package main

import (
	"bytes"
	"errors"
	"os"
	"os/exec"
	"path/filepath"
	"strconv"
	"strings"
	"testing"

	"github.com/rogpeppe/go-internal/testscript"
)

func TestScripts(t *testing.T) {
	testscript.Run(t, testscript.Params{
		Dir:                "testdata/script",
		RequireUniqueNames: true,
		Cmds: map[string]func(*testscript.TestScript, bool, []string){
			"exits": exits,
			"crew":  writeCrew,
			"poke":  poke,
			"same":  same,
		},
		Setup: func(e *testscript.Env) error {
			e.Setenv("TMPDIR", e.WorkDir)
			examples, err := filepath.Abs("../../examples")
			e.Setenv("EXAMPLES", examples)
			if err != nil {
				return err
			}
			return nil
		},
	})
}

// exits CODE program args... runs a program and wants exactly that exit status.
func exits(ts *testscript.TestScript, neg bool, args []string) {
	if neg || len(args) < 2 {
		ts.Fatalf("usage: exits CODE program args...")
	}
	want, err := strconv.Atoi(args[0])
	ts.Check(err)
	cmd := exec.Command(args[1], args[2:]...)
	cmd.Dir = ts.MkAbs(".")
	cmd.Env = append(os.Environ(), "PATH="+ts.Getenv("PATH"), "TMPDIR="+ts.Getenv("TMPDIR"), "HOME="+ts.Getenv("HOME"))
	cmd.Stdout, cmd.Stderr = ts.Stdout(), ts.Stderr()
	err = cmd.Run()
	var exit *exec.ExitError
	if err != nil && !errors.As(err, &exit) {
		ts.Fatalf("%v", err)
	}
	if got := cmd.ProcessState.ExitCode(); got != want {
		ts.Fatalf("exit status %d, want %d", got, want)
	}
}

// crew DIR SUBJECT... writes a raw dataset with one sound run for each subject. A
// subject "NAME:N" has N volumes only.
func writeCrew(ts *testscript.TestScript, neg bool, args []string) {
	if neg || len(args) < 2 {
		ts.Fatalf("usage: crew DIR SUBJECT[:VOLUMES]...")
	}
	for _, a := range args[1:] {
		name, volumes, short := strings.Cut(a, ":")
		s := newSailor()
		if short {
			n, err := strconv.Atoi(volumes)
			ts.Check(err)
			s.volumes(n)
		}
		base := "sub-" + name + "/func/sub-" + name + "_task-watch"
		writeDataset(ts.MkAbs(args[0]), s.files(base),
			map[string][]byte{base + "_events.tsv": []byte("onset\tduration\ttrial_type\n0\t1\tflash\n7.5\t1\tflash\n")})
	}
}

// poke FILE changes one byte in the middle of a file, keeping its size.
func poke(ts *testscript.TestScript, neg bool, args []string) {
	name := ts.MkAbs(args[0])
	data, err := os.ReadFile(name)
	ts.Check(err)
	data[len(data)/2] ^= 1
	ts.Check(os.WriteFile(name, data, 0o644))
}

// same DIR DIR compares all data files of two outputs byte for byte (records hold times).
func same(ts *testscript.TestScript, neg bool, args []string) {
	a, b := ts.MkAbs(args[0]), ts.MkAbs(args[1])
	n, differ := 0, 0
	for _, rel := range outputs(a) {
		if strings.HasSuffix(rel, "_prov.json") || rel == "runs.tsv" || !strings.HasPrefix(rel, "sub-") {
			continue
		}
		n++
		x, err := os.ReadFile(filepath.Join(a, rel))
		ts.Check(err)
		if y, err := os.ReadFile(filepath.Join(b, rel)); err != nil || !bytes.Equal(x, y) {
			differ++
			ts.Logf("%s differs", rel)
		}
	}
	if n == 0 {
		ts.Fatalf("nothing to compare")
	}
	if (differ == 0) == neg {
		ts.Fatalf("%d of %d files differ", differ, n)
	}
}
------------------------------------------------
Exercise goal »
Return every line above where "outputs" appears.

The answer »
// same DIR DIR compares all data files of two outputs byte for byte (records hold times).
	for _, rel := range outputs(a) {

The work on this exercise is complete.